Data extracted from a collection
impl Outcome {
    /// Correcting or holding.
    ///
    /// # Examples
    /// ```
    /// # use fourforce::orbit::{Corrector, Monitor, Orbit, Response, State, Tuning};
    /// # let r = Response::<f32, 1, 1>::try_new([[[1.0], [0.0]]], [1.0])?;
    /// # let c = Corrector::try_new(-1.0, 1.0, 1.0)?;
    /// # let mut orbit = Orbit::<_, 1, 1>::try_new(r, [Monitor::try_new(1.0, 1.0e-6, 1.0)?], [c], Tuning::try_new(1.0, 0.0, 0.0)?)?;
    /// let out = orbit.try_step(&[[0.0, 0.0]], &mut [0.0])?;
    /// assert_eq!(out.state(), State::Correcting);
    /// # Ok::<(), fourforce::Error>(())
    /// ```
    #[must_use]
    pub const fn state(&self) -> State {
        self.state
    }

    /// True when corrector `j` was held at the end of its range.
    ///
    /// # Examples
    /// ```
    /// # use fourforce::orbit::{Corrector, Monitor, Orbit, Response, Tuning};
    /// # let r = Response::<f32, 1, 1>::try_new([[[1.0], [0.0]]], [1.0])?;
    /// # let c = Corrector::try_new(-1.0, 1.0, 1.0)?;
    /// # let mut orbit = Orbit::<_, 1, 1>::try_new(r, [Monitor::try_new(1.0, 1.0e-6, 1.0)?], [c], Tuning::try_new(1.0, 0.0, 0.0)?)?;
    /// let out = orbit.try_step(&[[0.5, 0.0]], &mut [0.0])?;
    /// assert!(!out.saturated(0) && !out.saturated(32));
    /// # Ok::<(), fourforce::Error>(())
    /// ```
    #[must_use]
    pub const fn saturated(&self, j: usize) -> bool {
        bit(self.saturated, j)
    }

    /// True when corrector `j`'s change was cut to its largest step.
    ///
    /// # Examples
    /// ```
    /// # use fourforce::orbit::{Corrector, Monitor, Orbit, Response, Tuning};
    /// # let r = Response::<f32, 1, 1>::try_new([[[1.0], [0.0]]], [1.0])?;
    /// let c = Corrector::try_new(-1.0, 1.0, 0.1)?;
    /// # let mut orbit = Orbit::<_, 1, 1>::try_new(r, [Monitor::try_new(1.0, 1.0e-6, 1.0)?], [c], Tuning::try_new(1.0, 0.0, 0.0)?)?;
    /// let mut s = [0.0];
    /// assert!(orbit.try_step(&[[0.5, 0.0]], &mut s)?.rate_limited(0));
    /// assert_eq!(s, [-0.1]);
    /// # Ok::<(), fourforce::Error>(())
    /// ```
    #[must_use]
    pub const fn rate_limited(&self, j: usize) -> bool {
        bit(self.rate_limited, j)
    }

    /// True when any limit acted.
    ///
    /// # Examples
    /// ```
    /// # use fourforce::orbit::{Corrector, Monitor, Orbit, Response, Tuning};
    /// # let r = Response::<f32, 1, 1>::try_new([[[1.0], [0.0]]], [1.0])?;
    /// # let c = Corrector::try_new(-1.0, 1.0, 1.0)?;
    /// # let mut orbit = Orbit::<_, 1, 1>::try_new(r, [Monitor::try_new(1.0, 1.0e-6, 1.0)?], [c], Tuning::try_new(1.0, 0.0, 0.0)?)?;
    /// assert!(!orbit.try_step(&[[0.5, 0.0]], &mut [0.0])?.limited());
    /// # Ok::<(), fourforce::Error>(())
    /// ```
    #[must_use]
    pub const fn limited(&self) -> bool {
        self.saturated | self.rate_limited != 0
    }

    /// True when monitor `i` was used in this iteration's solve.
    ///
    /// # Examples
    /// ```
    /// # use fourforce::orbit::{Corrector, Monitor, Orbit, Response, Tuning};
    /// # let r = Response::<f32, 1, 1>::try_new([[[1.0], [0.0]]], [1.0])?;
    /// # let c = Corrector::try_new(-1.0, 1.0, 1.0)?;
    /// # let mut orbit = Orbit::<_, 1, 1>::try_new(r, [Monitor::try_new(1.0, 1.0e-6, 1.0)?], [c], Tuning::try_new(1.0, 0.0, 0.0)?)?;
    /// let out = orbit.try_step(&[[f32::NAN, 0.0]], &mut [0.0])?;
    /// assert!(!out.monitor_in_use(0));
    /// # Ok::<(), fourforce::Error>(())
    /// ```
    #[must_use]
    pub const fn monitor_in_use(&self, i: usize) -> bool {
        bit(self.in_use, i)
    }

    /// The number of monitors in use.
    ///
    /// # Examples
    /// ```
    /// # use fourforce::orbit::{Corrector, Monitor, Orbit, Response, Tuning};
    /// # let r = Response::<f32, 1, 1>::try_new([[[1.0], [0.0]]], [1.0])?;
    /// # let c = Corrector::try_new(-1.0, 1.0, 1.0)?;
    /// # let mut orbit = Orbit::<_, 1, 1>::try_new(r, [Monitor::try_new(1.0, 1.0e-6, 1.0)?], [c], Tuning::try_new(1.0, 0.0, 0.0)?)?;
    /// assert_eq!(orbit.try_step(&[[0.0, 0.0]], &mut [0.0])?.monitors_in_use(), 1);
    /// # Ok::<(), fourforce::Error>(())
    /// ```
    #[must_use]
    pub const fn monitors_in_use(&self) -> u32 {
        self.in_use.count_ones()
    }

    /// True when this iteration computed a decomposition (the monitor set, the response or the
    /// set of held correctors changed).
    ///
    /// # Examples
    /// ```
    /// # use fourforce::orbit::{Corrector, Monitor, Orbit, Response, Tuning};
    /// # let r = Response::<f32, 1, 1>::try_new([[[1.0], [0.0]]], [1.0])?;
    /// # let c = Corrector::try_new(-1.0, 1.0, 1.0)?;
    /// # let mut orbit = Orbit::<_, 1, 1>::try_new(r, [Monitor::try_new(1.0, 1.0e-6, 1.0)?], [c], Tuning::try_new(1.0, 0.0, 0.0)?)?;
    /// assert!(orbit.try_step(&[[0.0, 0.0]], &mut [0.0])?.decomposed());
    /// assert!(!orbit.try_step(&[[0.0, 0.0]], &mut [0.0])?.decomposed());
    /// # Ok::<(), fourforce::Error>(())
    /// ```
    #[must_use]
    pub const fn decomposed(&self) -> bool {
        self.decomposed
    }
}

**EXERCISE REQUIREMENTS**. Check each line of the data above for the word "iteration". Report how many lines have it, and nothing else.

**RESPONSE TO THIS TASK**. 2